**What the task asks**
Set the records down again. Match every line exactly.

**Provided data**
def write_long_csv(data: Any, path: str | Path, header: Sequence[str]) -> None:
    """A DataArray or Dataset over two dimensions as one row per pair of coordinates.

    ``header`` names the two coordinates, then each variable.
    """
    frame = data if hasattr(data, "data_vars") else data.to_dataset(name="value")
    names = list(frame.data_vars)
    first, second = frame[names[0]].dims
    with open(path, "w", newline="", encoding="utf-8") as fh:
        writer = csv.writer(fh)
        writer.writerow(header)
        values = [frame[name].transpose(first, second).values for name in names]
        for i, a in enumerate(frame.coords[first].values):
            for j, b in enumerate(frame.coords[second].values):
                writer.writerow([_fmt(a), _fmt(b), *[_fmt(v[i, j]) for v in values]])


def write_sample_sizes_csv(answers: Sequence[Any], path: str | Path) -> None:
    """One row per target: whether it is reached, the sizes, the value achieved, the ceiling."""
    fields = ["quantity", "target", "reached", "n_total", "n_treatment", "n_control",
              "achieved", "achieved_mcse", "ceiling", "message"]
    with open(path, "w", newline="", encoding="utf-8") as fh:
        writer = csv.DictWriter(fh, fieldnames=fields)
        writer.writeheader()
        for answer in answers:
            row = answer.to_dict()
            writer.writerow({k: "" if row[k] is None else row[k] for k in fields})


def _fmt(value: Any) -> str:
    return f"{float(value):.6g}"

**Exercise solution**
def write_long_csv(data: Any, path: str | Path, header: Sequence[str]) -> None:
    """A DataArray or Dataset over two dimensions as one row per pair of coordinates.

    ``header`` names the two coordinates, then each variable.
    """
    frame = data if hasattr(data, "data_vars") else data.to_dataset(name="value")
    names = list(frame.data_vars)
    first, second = frame[names[0]].dims
    with open(path, "w", newline="", encoding="utf-8") as fh:
        writer = csv.writer(fh)
        writer.writerow(header)
        values = [frame[name].transpose(first, second).values for name in names]
        for i, a in enumerate(frame.coords[first].values):
            for j, b in enumerate(frame.coords[second].values):
                writer.writerow([_fmt(a), _fmt(b), *[_fmt(v[i, j]) for v in values]])


def write_sample_sizes_csv(answers: Sequence[Any], path: str | Path) -> None:
    """One row per target: whether it is reached, the sizes, the value achieved, the ceiling."""
    fields = ["quantity", "target", "reached", "n_total", "n_treatment", "n_control",
              "achieved", "achieved_mcse", "ceiling", "message"]
    with open(path, "w", newline="", encoding="utf-8") as fh:
        writer = csv.DictWriter(fh, fieldnames=fields)
        writer.writeheader()
        for answer in answers:
            row = answer.to_dict()
            writer.writerow({k: "" if row[k] is None else row[k] for k in fields})


def _fmt(value: Any) -> str:
    return f"{float(value):.6g}"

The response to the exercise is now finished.